L'histoire :
Denain, Nord de la France. Dans les années 70, la ville ouvrière comptait plus de 30 000 habitants, alors à l'apogée de son histoire. Usinor, comme auparavant les mines, apportait du travail. On y produisait 10% de l'acier français. Bernadette, 80 ans, raconte ce glorieux passé en évoquant l'atmosphère festive qui régnait, entre les bals populaires et dancings, les vacances dans le Pays Basque grâce au comité d'entreprise d'Usinor... Bernard et Jean-Marie, retraités racontent leur carrière bercée par une folle insouciance. Cette période prit fin en décembre 1978, après l'annonce de la suppression de postes. Le début de la fin. S'ensuivent des manifestations d'envergure, des affrontements avec les CRS... Aujourd'hui, de l'énorme complexe Usinor, il ne reste rien. Tout a subi les affres de la mondialisation, avec une délocalisation de la production. Et la ville de Denain, ce sont des vies cassées. Il y a Loïc qui, avec son CAP de cuisine, gagne péniblement 810 Euros net par mois. Il doit parcourir chaque jour 30 km pour aller travailler. Il rentre en train chaque week-ends. Il vient de lâcher son emploi, alors que ses heures supplémentaires ne sont pas payées. Il y a Guillaume et Aline, qui vivent du RSA avec 1 100 Euros net à deux pour élever leurs deux filles...

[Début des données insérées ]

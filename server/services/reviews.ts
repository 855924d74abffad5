import { and, desc, eq, inArray } from "drizzle-orm";
import { alias } from "drizzle-orm/pg-core";
import { upgradeLifeCycle, type LifeCycle } from "../../shared/lifecycle";
import type { LifeCycleReviews, ReviewDecision, ReviewRequestCreate, ReviewStatus, ReviewView } from "../../shared/schemas/review";
import { ReviewDecisionSchema, ReviewRequestCreateSchema } from "../../shared/schemas/review";
import { roleAtLeast } from "../../shared/schemas/studies";
import type { Db, DbOrTx } from "../db/client";
import { lifeCycles, memberships, reviews, snapshots, users } from "../db/schema";
import { badRequest, notFound } from "../http/errors";
import { recordEvent } from "./audit";
import type { Actor } from "./comments";
import { withNotifications, type NotificationInput, type NotifyDeps } from "./notifications";

const iso = (d: Date | null) => (d ? d.toISOString() : null);
export const reviewPath = (lifeCycleId: string, snapshotId: string) => `/life-cycles/${lifeCycleId}?tab=review&snapshot=${snapshotId}`;

/** The model without its layout: positions and colours do not change λ, so they do not undo an approval. */
export function modelFingerprint(doc: LifeCycle): string {
  return JSON.stringify({
    ...doc,
    stages: doc.stages.map(({ position: _p, color: _c, ...rest }) => rest),
  });
}

const requester = alias(users, "requester");

async function reviewRows(db: DbOrTx, lifeCycleId: string): Promise<ReviewView[]> {
  const rows = await db
    .select({ r: reviews, reviewerName: users.name, requestedByName: requester.name, snapshotNumber: snapshots.number, snapshotMessage: snapshots.message })
    .from(reviews)
    .innerJoin(users, eq(users.id, reviews.reviewerId))
    .leftJoin(requester, eq(requester.id, reviews.requestedBy))
    .innerJoin(snapshots, eq(snapshots.id, reviews.snapshotId))
    .where(eq(reviews.lifeCycleId, lifeCycleId))
    .orderBy(desc(snapshots.number), reviews.createdAt);
  return rows.map(({ r, ...x }) => ({
    id: r.id,
    snapshotId: r.snapshotId,
    snapshotNumber: x.snapshotNumber,
    snapshotMessage: x.snapshotMessage,
    reviewerId: r.reviewerId,
    reviewerName: x.reviewerName,
    requestedByName: x.requestedByName,
    message: r.message,
    state: r.state,
    summary: r.summary,
    createdAt: r.createdAt.toISOString(),
    decidedAt: iso(r.decidedAt),
  }));
}

/**
 * The review state of a life cycle, judged on its newest snapshot that was
 * reviewed: any change request wins, then anything still waiting; approved
 * only when every reviewer asked approved.
 */
export async function lifeCycleReviews(db: DbOrTx, lifeCycleId: string): Promise<LifeCycleReviews> {
  const list = await reviewRows(db, lifeCycleId);
  const newest = list[0];
  const none: ReviewStatus = { state: "none", snapshotId: null, snapshotNumber: null, changedSinceApproval: false, approvals: 0, changeRequests: 0, pending: 0 };
  if (!newest) return { status: none, reviews: list };
  const on = list.filter((r) => r.snapshotId === newest.snapshotId);
  const approvals = on.filter((r) => r.state === "approved").length;
  const changeRequests = on.filter((r) => r.state === "changes_requested").length;
  const pending = on.filter((r) => r.state === "requested").length;
  const state = changeRequests > 0 ? "changes_requested" : pending > 0 ? "requested" : "approved";
  let changedSinceApproval = false;
  if (approvals > 0) {
    const [lc] = await db.select({ document: lifeCycles.document }).from(lifeCycles).where(eq(lifeCycles.id, lifeCycleId));
    const [snap] = await db.select({ document: snapshots.document }).from(snapshots).where(eq(snapshots.id, newest.snapshotId));
    changedSinceApproval = !!lc && !!snap && modelFingerprint(upgradeLifeCycle(lc.document)) !== modelFingerprint(upgradeLifeCycle(snap.document));
  }
  return { status: { state, snapshotId: newest.snapshotId, snapshotNumber: newest.snapshotNumber, changedSinceApproval, approvals, changeRequests, pending }, reviews: list };
}

async function snapshotOf(tx: DbOrTx, lifeCycleId: string, snapshotId: string) {
  const [s] = await tx.select().from(snapshots).where(and(eq(snapshots.id, snapshotId), eq(snapshots.lifeCycleId, lifeCycleId)));
  if (!s) throw notFound("This life cycle has no snapshot with that id (a snapshot of another life cycle or Study cannot be reviewed here).");
  return s;
}


/** An owner or editor asks reviewers (members with the reviewer role or above) to review a snapshot. */
export function requestReview(db: Db, deps: NotifyDeps, scope: { studyId: string; lifeCycleId: string }, actor: Actor, input: ReviewRequestCreate): Promise<LifeCycleReviews> {
  const data = ReviewRequestCreateSchema.parse(input);
  return withNotifications(db, deps, (tx) => askForReview(tx, scope, actor, data));
}

/** The request in the caller's transaction; returns who to notify. */
export async function askForReview(tx: DbOrTx, scope: { studyId: string; lifeCycleId: string }, actor: Actor, input: ReviewRequestCreate): Promise<{ result: LifeCycleReviews; notices: NotificationInput[] }> {
  const data = ReviewRequestCreateSchema.parse(input);
  {
    const snap = await snapshotOf(tx, scope.lifeCycleId, data.snapshotId);
    const ids = [...new Set(data.reviewerIds)];
    const members = await tx
      .select({ userId: memberships.userId, role: memberships.role, name: users.name })
      .from(memberships)
      .innerJoin(users, eq(users.id, memberships.userId))
      .where(and(eq(memberships.studyId, scope.studyId), inArray(memberships.userId, ids)));
    const byId = new Map(members.map((m) => [m.userId, m]));
    data.reviewerIds.forEach((id, i) => {
      const m = byId.get(id);
      const path = `reviewerIds.${i}`;
      if (!m) throw badRequest(`${path}: That person is not a member of this Study.`, [{ path, message: "Not a member of this Study." }]);
      if (!roleAtLeast(m.role, "reviewer")) throw badRequest(`${path}: ${m.name} is a viewer; only reviewers, editors and owners can review.`, [{ path, message: "A viewer cannot review." }]);
      if (id === actor.id) throw badRequest(`${path}: Ask someone else to review your snapshot.`, [{ path, message: "You cannot review at your own request." }]);
    });
    const [lc] = await tx.select({ name: lifeCycles.name }).from(lifeCycles).where(eq(lifeCycles.id, scope.lifeCycleId));
    for (const id of ids) {
      // Asking again resets an earlier decision on the same snapshot.
      await tx
        .insert(reviews)
        .values({ studyId: scope.studyId, lifeCycleId: scope.lifeCycleId, snapshotId: snap.id, reviewerId: id, requestedBy: actor.id, message: data.message })
        .onConflictDoUpdate({ target: [reviews.snapshotId, reviews.reviewerId], set: { requestedBy: actor.id, message: data.message, state: "requested", summary: "", decidedAt: null } });
    }
    const names = ids.map((id) => byId.get(id)!.name).join(", ");
    await recordEvent(tx, {
      studyId: scope.studyId,
      actorId: actor.id,
      action: "review.requested",
      summary: `asked ${names} to review snapshot #${snap.number} of “${lc?.name}”`,
      details: { lifeCycleId: scope.lifeCycleId, snapshotId: snap.id, reviewerIds: ids },
    });
    const notices: NotificationInput[] = ids.map((userId) => ({
      userId,
      kind: "review_requested",
      subject: `${actor.name} asks you to review “${lc?.name}” (snapshot #${snap.number})`,
      text: [`${actor.name} asks you to review snapshot #${snap.number} (${snap.message}) of the life cycle “${lc?.name}”.`, data.message ? `\nTheir note:\n${data.message}` : ""].join(""),
      link: reviewPath(scope.lifeCycleId, snap.id),
    }));
    return { result: await lifeCycleReviews(tx, scope.lifeCycleId), notices };
  }
}

/** A reviewer approves a snapshot or asks for changes, with a summary; those who asked are told. */
export function decideReview(db: Db, deps: NotifyDeps, scope: { studyId: string; lifeCycleId: string }, actor: Actor, input: ReviewDecision): Promise<LifeCycleReviews> {
  const data = ReviewDecisionSchema.parse(input);
  return withNotifications(db, deps, (tx) => recordDecision(tx, scope, actor, data));
}

/** The decision in the caller's transaction; returns who to notify. */
export async function recordDecision(tx: DbOrTx, scope: { studyId: string; lifeCycleId: string }, actor: Actor, input: ReviewDecision): Promise<{ result: LifeCycleReviews; notices: NotificationInput[] }> {
  const data = ReviewDecisionSchema.parse(input);
  {
    const snap = await snapshotOf(tx, scope.lifeCycleId, data.snapshotId);
    const [row] = await tx
      .insert(reviews)
      .values({ studyId: scope.studyId, lifeCycleId: scope.lifeCycleId, snapshotId: snap.id, reviewerId: actor.id, state: data.decision, summary: data.summary, decidedAt: new Date() })
      .onConflictDoUpdate({ target: [reviews.snapshotId, reviews.reviewerId], set: { state: data.decision, summary: data.summary, decidedAt: new Date() } })
      .returning();
    const [lc] = await tx.select({ name: lifeCycles.name }).from(lifeCycles).where(eq(lifeCycles.id, scope.lifeCycleId));
    const verb = data.decision === "approved" ? "approved" : "asked for changes to";
    await recordEvent(tx, {
      studyId: scope.studyId,
      actorId: actor.id,
      action: data.decision === "approved" ? "review.approved" : "review.changes_requested",
      summary: `${verb} snapshot #${snap.number} of “${lc?.name}”`,
      details: { lifeCycleId: scope.lifeCycleId, snapshotId: snap.id, reviewId: row!.id },
    });
    // Tell whoever asked; a review nobody asked for goes to the snapshot's author.
    const to = row!.requestedBy ?? snap.authorId;
    const notices: NotificationInput[] =
      to && to !== actor.id
        ? [
            {
              userId: to,
              kind: "review_decision",
              subject: `${actor.name} ${data.decision === "approved" ? "approved" : "asked for changes to"} “${lc?.name}” (snapshot #${snap.number})`,
              text: `${actor.name} ${verb} snapshot #${snap.number} (${snap.message}) of the life cycle “${lc?.name}”.\n\nSummary:\n${data.summary}`,
              link: reviewPath(scope.lifeCycleId, snap.id),
            },
          ]
        : [];
    return { result: await lifeCycleReviews(tx, scope.lifeCycleId), notices };
  }
}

Ce qu'on en pense sur la planète BD :
« Prends garde, sous mon sein la grenade, sous mon sein là regarde...» chante Clara Luciani. C'est un peu ce que l'on ressent en se plongeant dans la lecture des Racines de la colère, qui détourne le titre du roman de John Steinbeck, Les raisins de la colère. Prix Pulitzer en 1940, le livre racontait l'histoire d'une famille qui quittait la misère de l'Oklahoma pour la Terre Promise californienne, en pleine période de récession économique, post-1929. A l'heure de la mondialisation, même si depuis 2015, la démondialisation s'opère, cette histoire prend tout son sens et montre que l'économie doit être sociale et s'inscrire dans le réel. Mais aujourd'hui, c'est une population totalement déshumanisée sans avenir, ni espoir. Vincent Jarousseau livre un portrait sans concession d'une France à la dérive. Après quelques planches de bande dessinée, place à un roman-photo comme pour mieux coller à la réalité d'un terrain, avec des mots dans les bulles qui sont ceux de ces français laissés à l'abandon. A Denain, des trois cinémas, deux librairies et du centre-ville animé, il ne reste plus rien... sauf un stand de tir ambulant. Cette France devient alors la proie à l'extrémisme avec le Front National, devenu Rassemblement qui fait un carton plein aux élections. Ce documentaire n'y va pas de main-morte pour décrire un quotidien de familles qui souffrent. Passé inaperçu du traditionnel public BD lors de sa sortie, Les Racines de la Colère a obtenu le 26ème Prix France Info de la bande dessinée d'actualité et de reportage.